> [YOUR ASSIGNMENT] Repeat every entry below exactly.

> [DATA SHOWN]
□ □ □
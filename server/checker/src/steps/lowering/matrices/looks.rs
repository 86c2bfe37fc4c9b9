//! What looks like a matrix without indices before it is lowered, and how far a function of matrices reaches.
//!
//! The one idea: `\operatorname{tr} A B` takes one matrix or all that follow up to the next function, and what is
//! a matrix is seen from the declarations alone, so that nothing is lowered only to be thrown away.

use indexwise_algebra::expression::Expression;
use indexwise_grammar::tree::{Atom, Bracket, Factor, Joint, Kernel, Level, Sum};

use crate::conventions::built_in::is_derivative;
use crate::terms::uses::{Use, use_of};

use super::super::super::standing::slot_letters;
use super::super::{Lowering, Refusal, Way};
use super::acts;

/// Brackets within brackets that are looked into for matrices.
const NESTED: usize = 16;

impl Lowering<'_, '_, '_> {
    /// How many of the factors after a matrix are what it depends on: `A(t)`. A bracket after a matrix that holds
    /// neither matrices nor their functions nor indices may be an argument as well, `A(0)`, and is refused.
    pub(in super::super) fn arguments_of_matrix(&self, rest: &[Factor]) -> Result<usize, Refusal> {
        let Some(next) = rest.first() else { return Ok(0) };
        if self.is_argument(&Use::default(), next) {
            return Ok(1);
        }
        let Atom::Group(group) = &next.atom else { return Ok(0) };
        let is_function = |factor: &Factor| matches!(factor.atom, Atom::Function(_));
        let sums = || group.parts.iter().flat_map(|part| &part.sides);
        let functions = sums().flat_map(|sum| &sum.terms).flat_map(|term| &term.factors).any(is_function);
        let factor = functions || group.bracket != Bracket::Round || next.joint != Joint::Beside;
        let is_factor = |sum| self.has_matrix(sum) || !slot_letters(sum, self.eyes).is_empty();
        if factor || sums().any(is_factor) {
            return Ok(0);
        }
        Err("what a matrix takes in brackets is not understood".to_owned())
    }

    /// Whether the argument of a function begins with a matrix, by its looks.
    pub(in super::super) fn begins_with_matrix(&self, rest: &[Factor]) -> bool {
        self.looks_like_matrix(rest, NESTED)
    }

    /// Whether the first of these factors that is no number, with what acts on it, looks like a matrix; of functions
    /// the adjugate alone does.
    fn looks_like_matrix(&self, factors: &[Factor], depth: usize) -> bool {
        let Some(depth) = depth.checked_sub(1) else { return false };
        let mut rest = factors.iter();
        let Some(factor) =
            rest.find(|factor| !matches!(factor.atom, Atom::Number(_) | Atom::Fraction(_)) && !self.operates(factor))
        else {
            return false;
        };
        match &factor.atom {
            Atom::Kernel(kernel) => self.is_bare(factor, kernel),
            Atom::Function(name) => name == "adj",
            Atom::Group(group) if group.bracket != Bracket::Bars && !has_indices(factor) => {
                group.parts.first().and_then(|part| part.sides.first()).is_some_and(|sum| self.holds_matrix(sum, depth))
            }
            _ => false,
        }
    }

    /// Whether a sum looks like a matrix.
    pub(in super::super) fn has_matrix(&self, sum: &Sum) -> bool {
        self.holds_matrix(sum, NESTED)
    }

    /// By its last term: the first may be a number.
    fn holds_matrix(&self, sum: &Sum, depth: usize) -> bool {
        let factors = sum.terms.last().map(|term| term.factors.as_slice()).unwrap_or_default();
        // What a function takes is no factor; a derivative sign alone is found out one factor later.
        let mut function = false;
        factors.iter().any(|factor| {
            let is_function = matches!(factor.atom, Atom::Function(_));
            let free = !std::mem::replace(&mut function, is_function) || is_function;
            free && self.looks_like_matrix(std::slice::from_ref(factor), depth)
        })
    }

    /// A variation or a derivative sign.
    fn operates(&self, factor: &Factor) -> bool {
        matches!(&factor.atom, Atom::Kernel(kernel) if kernel.letter == "\\delta" && factor.scripts.is_empty()
            || is_derivative(&kernel.letter))
    }

    /// A kernel that is declared a matrix, without indices.
    fn is_bare(&self, factor: &Factor, kernel: &Kernel) -> bool {
        let Ok((_, rest)) = acts(factor) else { return false };
        let made = use_of(&rest, kernel, self.eyes, false);
        made.own_slots().count() == 0 && self.is_matrix_kernel(&made.kernel)
    }

    /// The matrix that a function is of, and how many factors that is: a bracket, or the next matrix; where functions
    /// reach far, the matrices after it too.
    pub(in super::super) fn matrix_argument(&mut self, rest: &[Factor]) -> Result<(Expression, usize), Refusal> {
        let closed = rest.first().is_some_and(|first| matches!(first.atom, Atom::Group(_)));
        let (value, mut at) = self.first_matrix(rest)?;
        if closed && rest.first().is_some_and(|first| first.scripts.is_empty()) {
            return Ok((value, at));
        }
        let mut values = vec![value];
        let joined = |factor: &Factor| factor.joint == Joint::Beside;
        while let Some(next) = rest.get(at..)
            && next.first().is_some_and(joined)
            && !matches!(next.first().map(|factor| &factor.atom), Some(Atom::Number(_) | Atom::Fraction(_)))
            && self.looks_like_matrix(next, NESTED)
        {
            self.may_be(Way::Wide);
            if !self.way.is_wide() {
                break;
            }
            let (value, taken) = self.one(next)?;
            values.push(value);
            at += taken;
        }
        let mut values = self.joined(values)?;
        Ok((if values.len() == 1 { values.remove(0) } else { Expression::Product(values) }, at))
    }

    /// The numbers before a matrix, and the matrix.
    pub(in super::super) fn first_matrix(&mut self, rest: &[Factor]) -> Result<(Expression, usize), Refusal> {
        let mut values = Vec::new();
        let mut at = 0;
        while let Some(next) = rest.get(at..)
            && !next.is_empty()
        {
            let (value, taken) = self.one(next)?;
            at += taken;
            let found = self.is_matrix(&value);
            values.push(value);
            if found {
                let only = values.len() == 1;
                let value = if only { values.pop() } else { None };
                return Ok((value.unwrap_or(Expression::Product(values)), at));
            }
        }
        Err("the argument of a function of matrices is no matrix".to_owned())
    }
}

/// Whether something stands below a bracket.
fn has_indices(factor: &Factor) -> bool {
    factor.scripts.iter().any(|script| script.level == Level::Down)
}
□ □ □
> [RESULT OF THE EXERCISE]
filename server/checker/src/steps/lowering/matrices/looks.rs
repository 86c2bfe37fc4c9b9
//! What looks like a matrix without indices before it is lowered, and how far a function of matrices reaches.
//!
//! The one idea: `\operatorname{tr} A B` takes one matrix or all that follow up to the next function, and what is
//! a matrix is seen from the declarations alone, so that nothing is lowered only to be thrown away.

use indexwise_algebra::expression::Expression;
use indexwise_grammar::tree::{Atom, Bracket, Factor, Joint, Kernel, Level, Sum};

use crate::conventions::built_in::is_derivative;
use crate::terms::uses::{Use, use_of};

use super::super::super::standing::slot_letters;
use super::super::{Lowering, Refusal, Way};
use super::acts;

/// Brackets within brackets that are looked into for matrices.
const NESTED: usize = 16;

impl Lowering<'_, '_, '_> {
    /// How many of the factors after a matrix are what it depends on: `A(t)`. A bracket after a matrix that holds
    /// neither matrices nor their functions nor indices may be an argument as well, `A(0)`, and is refused.
    pub(in super::super) fn arguments_of_matrix(&self, rest: &[Factor]) -> Result<usize, Refusal> {
        let Some(next) = rest.first() else { return Ok(0) };
        if self.is_argument(&Use::default(), next) {
            return Ok(1);
        }
        let Atom::Group(group) = &next.atom else { return Ok(0) };
        let is_function = |factor: &Factor| matches!(factor.atom, Atom::Function(_));
        let sums = || group.parts.iter().flat_map(|part| &part.sides);
        let functions = sums().flat_map(|sum| &sum.terms).flat_map(|term| &term.factors).any(is_function);
        let factor = functions || group.bracket != Bracket::Round || next.joint != Joint::Beside;
        let is_factor = |sum| self.has_matrix(sum) || !slot_letters(sum, self.eyes).is_empty();
        if factor || sums().any(is_factor) {
            return Ok(0);
        }
        Err("what a matrix takes in brackets is not understood".to_owned())
    }

    /// Whether the argument of a function begins with a matrix, by its looks.
    pub(in super::super) fn begins_with_matrix(&self, rest: &[Factor]) -> bool {
        self.looks_like_matrix(rest, NESTED)
    }

    /// Whether the first of these factors that is no number, with what acts on it, looks like a matrix; of functions
    /// the adjugate alone does.
    fn looks_like_matrix(&self, factors: &[Factor], depth: usize) -> bool {
        let Some(depth) = depth.checked_sub(1) else { return false };
        let mut rest = factors.iter();
        let Some(factor) =
            rest.find(|factor| !matches!(factor.atom, Atom::Number(_) | Atom::Fraction(_)) && !self.operates(factor))
        else {
            return false;
        };
        match &factor.atom {
            Atom::Kernel(kernel) => self.is_bare(factor, kernel),
            Atom::Function(name) => name == "adj",
            Atom::Group(group) if group.bracket != Bracket::Bars && !has_indices(factor) => {
                group.parts.first().and_then(|part| part.sides.first()).is_some_and(|sum| self.holds_matrix(sum, depth))
            }
            _ => false,
        }
    }

    /// Whether a sum looks like a matrix.
    pub(in super::super) fn has_matrix(&self, sum: &Sum) -> bool {
        self.holds_matrix(sum, NESTED)
    }

    /// By its last term: the first may be a number.
    fn holds_matrix(&self, sum: &Sum, depth: usize) -> bool {
        let factors = sum.terms.last().map(|term| term.factors.as_slice()).unwrap_or_default();
        // What a function takes is no factor; a derivative sign alone is found out one factor later.
        let mut function = false;
        factors.iter().any(|factor| {
            let is_function = matches!(factor.atom, Atom::Function(_));
            let free = !std::mem::replace(&mut function, is_function) || is_function;
            free && self.looks_like_matrix(std::slice::from_ref(factor), depth)
        })
    }

    /// A variation or a derivative sign.
    fn operates(&self, factor: &Factor) -> bool {
        matches!(&factor.atom, Atom::Kernel(kernel) if kernel.letter == "\\delta" && factor.scripts.is_empty()
            || is_derivative(&kernel.letter))
    }

    /// A kernel that is declared a matrix, without indices.
    fn is_bare(&self, factor: &Factor, kernel: &Kernel) -> bool {
        let Ok((_, rest)) = acts(factor) else { return false };
        let made = use_of(&rest, kernel, self.eyes, false);
        made.own_slots().count() == 0 && self.is_matrix_kernel(&made.kernel)
    }

    /// The matrix that a function is of, and how many factors that is: a bracket, or the next matrix; where functions
    /// reach far, the matrices after it too.
    pub(in super::super) fn matrix_argument(&mut self, rest: &[Factor]) -> Result<(Expression, usize), Refusal> {
        let closed = rest.first().is_some_and(|first| matches!(first.atom, Atom::Group(_)));
        let (value, mut at) = self.first_matrix(rest)?;
        if closed && rest.first().is_some_and(|first| first.scripts.is_empty()) {
            return Ok((value, at));
        }
        let mut values = vec![value];
        let joined = |factor: &Factor| factor.joint == Joint::Beside;
        while let Some(next) = rest.get(at..)
            && next.first().is_some_and(joined)
            && !matches!(next.first().map(|factor| &factor.atom), Some(Atom::Number(_) | Atom::Fraction(_)))
            && self.looks_like_matrix(next, NESTED)
        {
            self.may_be(Way::Wide);
            if !self.way.is_wide() {
                break;
            }
            let (value, taken) = self.one(next)?;
            values.push(value);
            at += taken;
        }
        let mut values = self.joined(values)?;
        Ok((if values.len() == 1 { values.remove(0) } else { Expression::Product(values) }, at))
    }

    /// The numbers before a matrix, and the matrix.
    pub(in super::super) fn first_matrix(&mut self, rest: &[Factor]) -> Result<(Expression, usize), Refusal> {
        let mut values = Vec::new();
        let mut at = 0;
        while let Some(next) = rest.get(at..)
            && !next.is_empty()
        {
            let (value, taken) = self.one(next)?;
            at += taken;
            let found = self.is_matrix(&value);
            values.push(value);
            if found {
                let only = values.len() == 1;
                let value = if only { values.pop() } else { None };
                return Ok((value.unwrap_or(Expression::Product(values)), at));
            }
        }
        Err("the argument of a function of matrices is no matrix".to_owned())
    }
}

/// Whether something stands below a bracket.
fn has_indices(factor: &Factor) -> bool {
    factor.scripts.iter().any(|script| script.level == Level::Down)
}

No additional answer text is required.